Most of the readers of this blog would identify themselves with the Christian label. Every reader will be aware of ways of identifying with the name Christian which go against any concession to Enlightenment values. For many, the name Christian can only be claimed by those who believe, for example, that the world was created in a week of seven days and that women have no place in ministry. Those who hold to such strict ideas about truth will have little time for the idea that it is possible to change one’s mind about anything in one’s belief system. This position is maintained, even though God himself is recorded several times to have changed his plans, according to the Old Testament. We call such rigidity of thinking ‘conservative’, especially when there is no room for newness or progression in this way of understanding faith and truth. It is not difficult to suggest that Trump/Harvard confrontation is rooted in a similar kind tension that we see existing between conservative and progressive Christians. Speaking for myself, I see a place for conservative views, but I also believe that Scripture and faith allows me to ask questions about the tradition and not be alarmed if some aspects develop and change over time. The true liberal is anyone who allows this development to take place. A constant newness is a feature of every culture and set of ideas.
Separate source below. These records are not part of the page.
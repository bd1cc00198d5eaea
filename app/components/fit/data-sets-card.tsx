// The mechanism's stored data sets: everyone sees them; editors upload CSV files and delete them.
import { useState } from "react";
import { byteSize, MAX_CSV_BYTES } from "~/chem/limits";
import { TimeAgo } from "~/components/time-ago";
import type { DataSetEntry } from "./use-fits";

interface Props {
  mechanismId: string;
  dataSets: DataSetEntry[];
  canEdit: boolean;
  chosen: Set<string>;
  onChoose(id: string, on: boolean): void;
  onChanged(): void;
}

export function DataSetsCard({ mechanismId, dataSets, canEdit, chosen, onChoose, onChanged }: Props) {
  const [note, setNote] = useState<string | null>(null);
  const base = `/api/v1/mechanisms/${mechanismId}/data-sets`;

  async function upload(files: FileList) {
    const notes: string[] = [];
    for (const file of Array.from(files)) {
      if (file.size > MAX_CSV_BYTES) {
        notes.push(`${file.name}: larger than ${byteSize(MAX_CSV_BYTES)}.`);
        continue;
      }
      const name = file.name.replace(/\.csv$/i, "");
      const response = await fetch(`${base}?name=${encodeURIComponent(name)}`, { method: "POST", headers: { "Content-Type": "text/csv" }, body: await file.text() });
      const body = (await response.json().catch(() => null)) as { error?: string; warnings?: string[] } | null;
      notes.push(response.ok ? `${name}: stored${body?.warnings?.length ? ` (${body.warnings.join("; ")})` : ""}.` : `${name}: ${body?.error ?? `the server answered ${response.status}`}`);
    }
    setNote(notes.join(" "));
    onChanged();
  }

  async function remove(entry: DataSetEntry) {
    const response = await fetch(`${base}/${entry.id}`, { method: "DELETE" });
    setNote(response.ok ? `${entry.name} deleted.` : `${entry.name} could not be deleted (${response.status}).`);
    onChanged();
  }

  return (
    <section className="card p-4" data-testid="data-sets">
      <div className="flex flex-wrap items-center justify-between gap-3">
        <h3>Data sets</h3>
        {canEdit && (
          <label className="btn">
            Upload CSV…
            <input type="file" accept=".csv,text/csv" multiple className="sr-only" data-testid="data-set-upload" onChange={(e) => e.target.files?.length && void upload(e.target.files)} />
          </label>
        )}
      </div>
      <p className="mt-1 text-xs text-muted">
        One experiment a file: a <code>time</code> column and one column per species; optional <code>sd(X)</code> columns give standard deviations,
        and comment lines such as <code># [A]0 = 0.002</code> or <code># T = 350</code> set what the experiment started from.
      </p>
      {dataSets.length === 0 ? (
        <p className="mt-3 text-sm text-muted">No data sets yet.</p>
      ) : (
        <ul className="mt-3 divide-y divide-line text-sm">
          {dataSets.map((entry) => (
            <li key={entry.id} className="flex items-center gap-3 py-1.5">
              <label className="flex min-w-0 flex-1 items-center gap-2">
                <input type="checkbox" checked={chosen.has(entry.id)} onChange={(e) => onChoose(entry.id, e.target.checked)} disabled={!canEdit} />
                <span className="truncate font-medium">{entry.name}</span>
              </label>
              <span className="text-xs text-muted">
                {(entry.bytes / 1024).toFixed(1)} KiB · {entry.uploadedBy ?? "someone"} · <TimeAgo at={entry.createdAt} />
              </span>
              <a className="text-xs" href={`${base}/${entry.id}`} download={`${entry.name}.csv`}>CSV</a>
              {canEdit && (
                <button type="button" className="text-xs text-danger" onClick={() => void remove(entry)}>Delete</button>
              )}
            </li>
          ))}
        </ul>
      )}
      {note && <p className="mt-2 text-xs text-muted" role="status">{note}</p>}
    </section>
  );
}
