import { createElement } from "react";
import { renderToString } from "react-dom/server";
import { describe, expect, it } from "vitest";
import { FitStatus, fitProgressText } from "./fit-progress";

const running = { running: true, progress: 0.035, queued: null, result: null, error: null };

describe("a running fit's progress", () => {
  it("says the iterations and the cost's fall, not a share of the iteration cap", () => {
    const notes = [
      { iteration: 1, cost: 1.5 },
      { iteration: 7, cost: 3.2e-4 },
    ];
    const html = renderToString(createElement(FitStatus, { job: { ...running, notes } }));
    expect(html).toContain("Iteration 7 · cost 3.2×10⁻⁴, down from 1.5 (×4688 lower)");
    expect(html).not.toContain("%");
    expect(html).not.toContain("progressbar");
  });

  it("says only the cost before it has fallen, and leaves queued and other jobs to the usual status", () => {
    expect(fitProgressText({ iteration: 1, cost: 2 }, { iteration: 1, cost: 2 })).toBe("Iteration 1 · cost 2");
    expect(renderToString(createElement(FitStatus, { job: { ...running, queued: 2, notes: [{ iteration: 1, cost: 2 }] } }))).toContain("Queued (1 ahead)");
    expect(renderToString(createElement(FitStatus, { job: { ...running, notes: [] } }))).toContain("progressbar");
  });
});
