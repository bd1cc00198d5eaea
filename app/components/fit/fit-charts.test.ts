import { describe, expect, it } from "vitest";
import type { ExperimentResiduals, SensitivityResult } from "~/chem/fit/types";
import { cellInk, divergingColour } from "./colour-scale";
import { peakSensitivities, residualPicture, residualSpecies, sensitivityPicture } from "./fit-charts";

const residuals: ExperimentResiduals[] = [
  { experiment: "run 1", species: { A: [{ t: 0, measured: 1, simulated: 1.1, residual: 0.1 }, { t: 2, measured: 0.5, simulated: 0.4, residual: -0.1 }] } },
  { experiment: "run 2", species: { A: [{ t: 1, measured: 0.7, simulated: 0.72, residual: 0.02 }], B: [{ t: 1, measured: 0.2, simulated: 0.1, residual: -0.1 }] } },
];

describe("the Fit panel's pictures", () => {
  it("puts every data set's residuals on one merged time axis, as markers, symmetric about zero", () => {
    expect(residualSpecies(residuals)).toEqual(["A", "B"]);
    const picture = residualPicture(residuals, "A", false);
    expect(picture.x.values).toEqual([0, 1, 2]);
    expect(picture.series.map((s) => [s.name, s.values, s.markers])).toEqual([
      ["run 1", [0.1, null, -0.1], true],
      ["run 2", [null, 0.02, null], true],
    ]);
    expect(picture.y.min).toBeLessThan(-0.1);
    expect(picture.y.max).toBeGreaterThan(0.1);
    expect(residualPicture(residuals, "A", true).y.label).toBe("residual of A / sd");
  });

  it("takes the signed peak of each sensitivity over the run, skipping values that mean nothing", () => {
    const result: SensitivityResult = {
      t: [0, 1, 2],
      parameters: ["k1", "k2"],
      series: { A: [1, 0.5, 0.2] },
      normalized: { A: { k1: [0, -1, -2], k2: [null, 0.3, 0.1] } },
    };
    expect(peakSensitivities(result)).toEqual({ A: { k1: -2, k2: 0.3 } });
    expect(sensitivityPicture(result, "A").series.map((s) => s.name)).toEqual(["k1", "k2"]);
  });

  it("colours negative teal, positive copper, stronger for larger magnitude, clamped at 1", () => {
    expect(divergingColour(-1)).toBe("rgba(15, 138, 140, 0.900)");
    expect(divergingColour(0.5)).toBe("rgba(196, 98, 45, 0.490)");
    expect(divergingColour(7)).toBe(divergingColour(1));
    expect(divergingColour(Number.NaN)).toBe("transparent");
    expect(cellInk(0.9)).toBe("#ffffff");
    expect(cellInk(0.1)).toBe("inherit");
  });
});
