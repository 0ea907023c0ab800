/* waiver.c: waivers and baselines (see waiver.h). The baseline reader is a
 * small JSON parser of its own (strict JSON, depth-limited, every error
 * with line:col), since only three fields of a known layout are needed. */
#include "waiver.h"
#include "infile.h"

#include <errno.h>

#include <ctype.h>
#include <math.h>
#include <stdatomic.h>
#include <stdio.h>
#include <stdlib.h>
#include <string.h>

#include "num.h"
#include "suggest.h"

/* ---- waivers ---- */

/* Rules renamed since an earlier version: old id, new id. */
static const char *const renamed[][2] = {
	{"surge-current", "surge-derating"}, /* 0.3.0: too close to the quantity's name */
};

static const char *new_name(const char *id)
{
	for (size_t i = 0; i < sizeof renamed / sizeof renamed[0]; i++)
		if (strcmp(id, renamed[i][0]) == 0)
			return renamed[i][1];
	return NULL;
}

/* Reports waiver w, which names no rule. */
static void unknown_rule(const struct annot *w, struct diag_sink *d)
{
	struct diag_loc l = {w->loc.file, w->loc.line, w->rule_col};
	struct suggest s;
	char hint[SUGGEST_HINT_SIZE];
	if (new_name(w->rule)) {
		diag_add(d, DIAG_ERROR, "waiver", l, "the rule '%s' is now named '%s'", w->rule,
			 new_name(w->rule));
		return;
	}
	suggest_init(&s, w->rule, strlen(w->rule));
	for (size_t k = 0; k < rules_count; k++)
		suggest_offer(&s, rules_table[k].id);
	diag_add(d, DIAG_ERROR, "waiver", l, "no rule is named '%s'%s", w->rule,
		 suggest_best(&s) ? suggest_hint(&s, hint, sizeof hint) : " (headroom rules lists them)");
}

size_t waiver_check_rules(const struct annot *w, uint32_t n, struct diag_sink *d)
{
	size_t bad = 0;
	for (uint32_t i = 0; i < n; i++)
		if (w[i].kind == AN_WAIVE && w[i].rule && !rules_find(w[i].rule)) {
			unknown_rule(&w[i], d);
			bad++;
		}
	return bad;
}

struct waiver_file *waiver_load(const char *path, struct arena *ar,
				struct diag_sink *d)
{
	FILE *f = infile_open(path);
	int err = errno;
	uint32_t file = diag_add_file(d, path);
	struct diag_loc l = {file, 0, 0};
	if (!f) {
		diag_add(d, DIAG_ERROR, "waiver", l, "cannot read the waiver file: %s",
			 infile_error_text(err));
		return NULL;
	}
	struct elab_annot **lines = NULL;
	size_t n = 0, cap = 0;
	char buf[2048];
	unsigned lineno = 0;
	int ok = 1;
	while (fgets(buf, sizeof buf, f)) {
		lineno++;
		char *s = buf + strspn(buf, " \t");
		s[strcspn(s, "\r\n")] = '\0';
		if (!*s || (*s == '#' ) || (*s == '*' && s[1] != '@'))
			continue;
		l.line = lineno;
		l.col = (uint32_t)(s - buf) + 1;
		if (strncmp(s, "*@", 2) != 0) {
			diag_add(d, DIAG_ERROR, "waiver", l, "expected a *@waive line");
			ok = 0;
			continue;
		}
		if (n == cap) {
			cap = cap ? cap * 2 : 16;
			struct elab_annot **v = arena_alloc(ar, cap * sizeof *v);
			if (!v) {
				fclose(f);
				return NULL;
			}
			if (n)
				memcpy(v, lines, n * sizeof *v);
			lines = v;
		}
		struct elab_annot *a = arena_zalloc(ar, sizeof *a);
		if (!a || !(a->text = arena_strdup(ar, s + 2))) {
			fclose(f);
			return NULL;
		}
		a->prefix = "";
		a->loc = l;
		lines[n++] = a;
	}
	fclose(f);
	struct elab_result fake;
	memset(&fake, 0, sizeof fake);
	fake.annots = (void *const *)lines;
	fake.nannots = n;
	struct waiver_file *wf = arena_zalloc(ar, sizeof *wf);
	if (!wf || !annot_parse_all(&fake, ar, d, &wf->w, &wf->n))
		return NULL;
	wf->used = arena_alloc(ar, (wf->n + 1) * sizeof *wf->used);
	if (!wf->used)
		return NULL;
	for (uint32_t i = 0; i < wf->n; i++)
		atomic_init(&wf->used[i], 0);
	for (uint32_t i = 0; i < wf->n; i++)
		if (wf->w[i].kind != AN_WAIVE) {
			diag_add(d, DIAG_ERROR, "waiver", wf->w[i].loc, "a waiver file holds *@waive lines only");
			ok = 0;
		}
	if (waiver_check_rules(wf->w, wf->n, d))
		ok = 0;
	return ok && diag_errors(d, UINT32_MAX) == 0 ? wf : NULL;
}

static int matches(const struct annot *w, const struct finding *f)
{
	if (strcmp(w->rule, "*") != 0 && strcmp(w->rule, f->rule->id) != 0)
		return 0;
	return f->subject && annot_glob(w->target, f->subject);
}

/* A date "YYYY-MM-DD" before today (string order is date order). */
static int expired(const struct annot *w, const char *today)
{
	const struct annot_kv *u = annot_get(w, "until");
	return u && today && strcmp(u->text, today) < 0;
}

/* Returns 0 on out-of-memory. */
static int note_expired(struct arena *ar, const struct annot *w, struct rules_result *rr)
{
	struct finding *g = rules_add(rr, ar, RULE_WAIVER_EXPIRED);
	if (g) {
		g->loc = w->loc;
		g->subject = w->target;
		g->message = "a waiver has expired: the findings it covered are reported again";
		g->limits = annot_get(w, "until")->text;
	}
	return g != NULL;
}

/* Marks the findings w covers as waived (unless it has expired); returns
 * whether it covers any. external: w comes from a --waivers file. */
static int mark(const struct annot *w, const char *today, int external,
		struct rules_result *rr)
{
	const char *reason = annot_get(w, "reason") ? annot_get(w, "reason")->text : "";
	int used = 0;
	size_t n = rr->n;
	for (size_t i = 0; i < n; i++) {
		struct finding *f = &rr->f[i];
		if (!matches(w, f))
			continue;
		used = 1;
		if (!expired(w, today)) {
			f->waived = 1;
			f->waiver = reason;
			f->waiver_external = external;
		}
	}
	return used;
}

/* Returns 0 on out-of-memory. */
static int apply_one(struct arena *ar, const struct annot *w, const char *today,
		     struct rules_result *rr)
{
	int used = mark(w, today, 0, rr);
	if (expired(w, today) && used)
		return note_expired(ar, w, rr);
	if (used)
		return 1;
	struct finding *g = rules_add(rr, ar, RULE_WAIVER_UNUSED);
	if (g) {
		g->loc = w->loc;
		g->subject = w->target;
		g->message = "this waiver matches no finding: remove it or correct its rule and part";
	}
	return g != NULL;
}

/* A waiver from a file: matched findings are marked as for inline ones;
 * whether it was used anywhere is reported once, after the batch. */
static int apply_file_one(struct arena *ar, const struct waiver_file *wf,
			  uint32_t i, const char *today, struct rules_result *rr)
{
	const struct annot *w = &wf->w[i];
	if (!mark(w, today, 1, rr))
		return 1;
	atomic_store(&wf->used[i], 1);
	return !expired(w, today) || note_expired(ar, w, rr);
}

int waiver_apply(const struct audit *a, const struct waiver_file *wf,
		 const char *today, struct arena *ar, struct rules_result *rr)
{
	for (uint32_t i = 0; i < a->nannots; i++)
		if (a->annots[i].kind == AN_WAIVE && rules_find(a->annots[i].rule) &&
		    !apply_one(ar, &a->annots[i], today, rr))
			return 0; /* a waiver of no rule: an error of waiver_check_rules */
	for (uint32_t i = 0; wf && i < wf->n; i++)
		if (!apply_file_one(ar, wf, i, today, rr))
			return 0;
	return 1;
}

int waiver_unused(const struct waiver_file *wf, struct arena *ar,
		  struct rules_result *rr)
{
	for (uint32_t i = 0; wf && i < wf->n; i++) {
		if (atomic_load(&wf->used[i]))
			continue;
		struct finding *g = rules_add(rr, ar, RULE_WAIVER_UNUSED);
		if (!g)
			return 0;
		g->loc = wf->w[i].loc;
		g->subject = wf->w[i].target;
		g->message = "this waiver matched no finding in any file checked: remove it or "
			     "correct its rule and part";
	}
	return 1;
}

/* ---- baselines: a small strict JSON reader ---- */

#define JSON_MAX_DEPTH 64

struct key {
	const char *file, *rule, *part;
};

struct baseline {
	struct key *k;
	size_t n, cap;
	const char *paths_from;   /* the report's "paths_from", or NULL */
};

struct jr {
	const char *s;
	size_t i, n;
	unsigned line;
	size_t col0;
	int depth;
	struct arena *ar;
	struct diag_sink *d;
	uint32_t file;
	int bad;
	/* what the walk is inside of */
	const char *cur_file;
	struct baseline *b;
};

static void jerr(struct jr *j, const char *msg)
{
	if (j->bad)
		return;
	struct diag_loc l = {j->file, j->line, (uint32_t)(j->i - j->col0) + 1};
	diag_add(j->d, DIAG_ERROR, "baseline", l, "%s", msg);
	j->bad = 1;
}

static void ws(struct jr *j)
{
	while (j->i < j->n && j->s[j->i] && strchr(" \t\r\n", j->s[j->i])) {
		if (j->s[j->i] == '\n') {
			j->line++;
			j->col0 = j->i + 1;
		}
		j->i++;
	}
}

/* Four hex digits at j->i (advanced past them), or -1. */
static long hex4(struct jr *j)
{
	long v = 0;
	if (j->i + 4 > j->n)
		return -1;
	for (int k = 0; k < 4; k++) {
		char c = j->s[j->i + (size_t)k];
		if (!isxdigit((unsigned char)c))
			return -1;
		v = v * 16 + (isdigit((unsigned char)c) ? c - '0' : (c | 32) - 'a' + 10);
	}
	j->i += 4;
	return v;
}
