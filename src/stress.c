/* stress.c: worst-case stresses over corners. Formulas and their sources:
 *  - ladder regulation under load I (half-wave Cockcroft-Walton, equal stage
 *    capacitors C, drive frequency f, N stages): drop
 *    dV = I/(fC) (2N^3/3 + N^2/2 - N/6), ripple dv = I/(fC) N(N+1)/2, optimum
 *    N = sqrt(Vp f C / I): Kuffel, Zaengl & Kuffel, High Voltage Engineering
 *    Fundamentals, 2nd ed., section 2.2 (from memory; the same formulas are
 *    seen in secondary sources, docs/sources.md §3);
 *  - clamp droop per period with load R: dV = Vcap T / (R C) (docs/design.md §6);
 *  - surge: I = Vpeak / R_series (docs/design.md §6);
 *  - stored energy E = C V^2 / 2 (the discharge is discharge.c's). */
#include "stress.h"

#include "cstring.h"
#include "dmodel.h"
#include "annot.h"
#include "proof.h"

#include <math.h>
#include <stdio.h>
#include <string.h>

enum { C_NOM, C_HI, C_LO, C_VF, C_VFH, C_VFL, NCORNER };

/* A: the forward current of the high corner's drops. A clamp's capacitor
 * holds the lowest input plus its diode's drop at the peak of the current
 * that recharges it, far above the 1 mA of the low corner's drops (which
 * lower stresses); 10 mA is the small-signal diodes' usual datasheet test
 * point (common practice, no source). */
#define STRESS_VF_HIGH_A 10e-3

/* Offsets are intervals in the two tolerance corners: each source's DC
 * independently anywhere in its band, so rails that move apart are seen. */
static const char *const corner_names[NCORNER] = {
	"nominal sources, ideal diodes",
	"amplitudes at +tol, each offset anywhere in its band (pulse and pwl scaled whole), ideal diodes",
	"amplitudes at -tol, each offset anywhere in its band (pulse and pwl scaled whole), ideal diodes",
	"amplitudes and offsets at -tol, diode forward drops",
	"amplitudes at +tol, each offset anywhere in its band (pulse and pwl scaled whole), diode "
	"forward drops at 10 mA",
	"amplitudes at -tol, each offset anywhere in its band (pulse and pwl scaled whole), diode "
	"forward drops at 10 mA"};

double stress_tolerance(const struct audit *a, const struct profile *p,
			uint32_t part)
{
	double t = a->sources[part].tol;
	if (isnan(t))
		t = profile_value(p, "source_tol", NULL);
	return isnan(t) ? 0 : t;
}

double stress_source_tol(const struct audit *a, const struct profile *p, uint32_t part)
{
	const struct nl_part *pt = nl_part_at(a->er.circuit, part);
	if (pt->kind == NL_V)
		return stress_tolerance(a, p, part);
	/* a current source moves only by a tolerance declared on it: inside
	   a model (an amplifier's bias currents) it is no supply */
	return pt->kind == NL_I && !isnan(a->sources[part].tol) ? a->sources[part].tol : 0;
}

struct ctx {
	const struct audit *a;
	struct arena *ar;        /* the stage's memory */
	const unsigned char *skip; /* per node: left unsettled in the corner runs */
	const char **why0;         /* the proof without diodes in breakdown */
	uint32_t *island0;
	const struct rating *r;
	const struct profile *p;
	struct prop_result runs[NCORNER];
	uint32_t *struct_of;     /* part -> structure index or UINT32_MAX */
	const struct topo_part **tpart_of; /* per part, NULL outside structures */
	double *vworst;          /* per part: its worst |V|, NaN when unknown */
	struct cstring cs;       /* ungraded capacitor strings (cstring.h) */
	struct stress_struct *fig; /* the structure being figured */
};

int stress_scales_whole(const struct nl_part *p)
{
	const struct nl_source *src = p->kind == NL_V && p->ext ? p->ext->src : NULL;
	return src && (src->wave == NL_WAVE_PULSE || src->wave == NL_WAVE_PWL);
}

static int run_corner(struct ctx *x, int k)
{
	const struct nl_circuit *c = x->a->er.circuit;
	size_t np = nl_part_count(c);
	double *amp = arena_alloc(x->ar, (np + 1) * sizeof *amp);
	double *olo = arena_alloc(x->ar, (np + 1) * sizeof *olo);
	double *ohi = arena_alloc(x->ar, (np + 1) * sizeof *ohi);
	int drops = k == C_VF || k == C_VFH || k == C_VFL, high = k == C_HI || k == C_VFH;
	int low = k == C_LO || k == C_VFL;
	double *vf = drops ? arena_alloc(x->ar, (np + 1) * sizeof *vf) : NULL;
	if (!amp || !olo || !ohi || (drops && !vf))
		return 0;
	/* a forward drop raises some stresses (a clamp's capacitor holds the
	   lowest input plus its diode's drop): the high corner with drops */
	for (size_t i = 0; i < np; i++) {
		const struct nl_part *p = nl_part_at(c, i);
		double t = p->kind == NL_V ? stress_tolerance(x->a, x->p, (uint32_t)i) : 0;
		amp[i] = high ? 1 + t : low || k == C_VF ? 1 - t : 1;
		olo[i] = high || low ? 1 - t : k == C_VF ? 1 - t : 1;
		ohi[i] = high || low ? 1 + t : k == C_VF ? 1 - t : 1;
		/* a PULSE or PWL scales whole: its levels move together, so a
		   level at 0 V stays at 0 V (the mean moves with the swing) */
		if (stress_scales_whole(p))
			olo[i] = ohi[i] = amp[i];
		if (vf)
			vf[i] = p->kind != NL_D  ? 0
				: k != C_VF ? rating_vf_at(p, x->r[i].kind, STRESS_VF_HIGH_A)
					     : rating_vf(p, x->r[i].kind);
	}
	struct prop_corner corner = {amp, olo, ohi, vf, x->skip};
	return prop_run(c, x->a->ranges, &corner, x->ar, &x->runs[k]);
}

/* ---- islands no stress needs ---- */

/* The nominal run's held nodes: those that cut islands (proof.c). */
static int held(const struct ctx *x, uint32_t n)
{
	const struct prop_node *p = &x->a->prop.nodes[n];
	return n == NL_GROUND || (p->state == PS_RESOLVED &&
				  (p->how == PH_GROUND || p->how == PH_SOURCE || p->how == PH_VCVS));
}

/* Islands a stress may need: proven ones, those with a diode or a part of
 * a structure, an inductor a K couples (its partner's island follows it)
 * and the node of a *@expect line. */
static void keep_islands(const struct ctx *x, const char **why, const uint32_t *island,
			 unsigned char *keep)
{
	const struct nl_circuit *c = x->a->er.circuit;
	for (size_t i = 0; i < nl_part_count(c); i++) {
		const struct nl_part *p = nl_part_at(c, i);
		if (p->kind == NL_K && p->ext)
			for (int k = 0; k < 2; k++)
				if (p->ext->ctrl_part[k] != NL_NONE &&
				    island[p->ext->ctrl_part[k]] != NL_NONE)
					keep[island[p->ext->ctrl_part[k]]] = 1;
		if (island[i] != NL_NONE && (!why[i] || p->kind == NL_D || x->tpart_of[i]))
			keep[island[i]] = 1;
	}
	for (uint32_t k = 0; k < x->a->nannots; k++) {
		const struct annot *an = &x->a->annots[k];
		uint32_t id = an->kind == AN_EXPECT
				      ? nl_node_find(c, an->target, strlen(an->target)) : NL_NONE, n;
		const uint32_t *adj = id != NL_NONE ? nl_adjacency(c, id, &n) : NULL;
		for (uint32_t j = 0; adj && j < n; j++)
			if (island[adj[j]] != NL_NONE)
				keep[island[adj[j]]] = 1;
	}
}

/* The corner runs leave alone the free nodes of islands that hold no part
 * a stress needs: islands that break an assumption of the analysis and
 * have no diode and no structure (an amplifier stage beside a transistor).
 * Their capacitors would be unproven parts of no diode-capacitor network,
 * which are not listed (judge_proofs), so nothing is lost, and a deck of
 * amplifier cells does not pay four propagations for them. Diodes in
 * breakdown only change the reasons of islands with diodes, which are
 * kept: the proof here runs without them. */
static int skip_islands(struct ctx *x)
{
	const struct nl_circuit *c = x->a->er.circuit;
	size_t np = nl_part_count(c), nn = nl_node_count(c);
	const char **why;
	uint32_t *island;
	unsigned char *none = arena_zalloc(x->ar, np + 1), *keep = arena_zalloc(x->ar, nn + 1);
	unsigned char *skip = arena_zalloc(x->ar, nn + 1);
	if (!none || !keep || !skip || !proof_run(c, &x->a->prop, none, x->ar, &why, &island))
		return 0;
	x->why0 = why;
	x->island0 = island;
	keep_islands(x, why, island, keep);
	for (size_t i = 0; i < np; i++) {
		const struct nl_part *p = nl_part_at(c, i);
		const uint32_t *q = nl_pins(c, p);
		for (uint8_t k = 0; island[i] != NL_NONE && !keep[island[i]] && k < p->npins; k++)
			skip[q[k]] = !held(x, q[k]);
	}
	x->skip = skip;
	return 1;
}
Liberals rejoice in the changing/evolving nature of truth. It is this liberal value that is embodied by Harvard and the entire Enlightenment project. The Trump confrontation with Harvard and all the values it represents is an important one. We follow it with interest and concern. The clash threatens the whole liberal project of the West and the human values that are contained in the Enlightenment. The movement may not be perfect from a Christian point of view, as Lesslie Newbigin showed us in the 80s. But, the complete or partial destruction of Enlightenment values, as Trump is attempting, would be a far greater tragedy.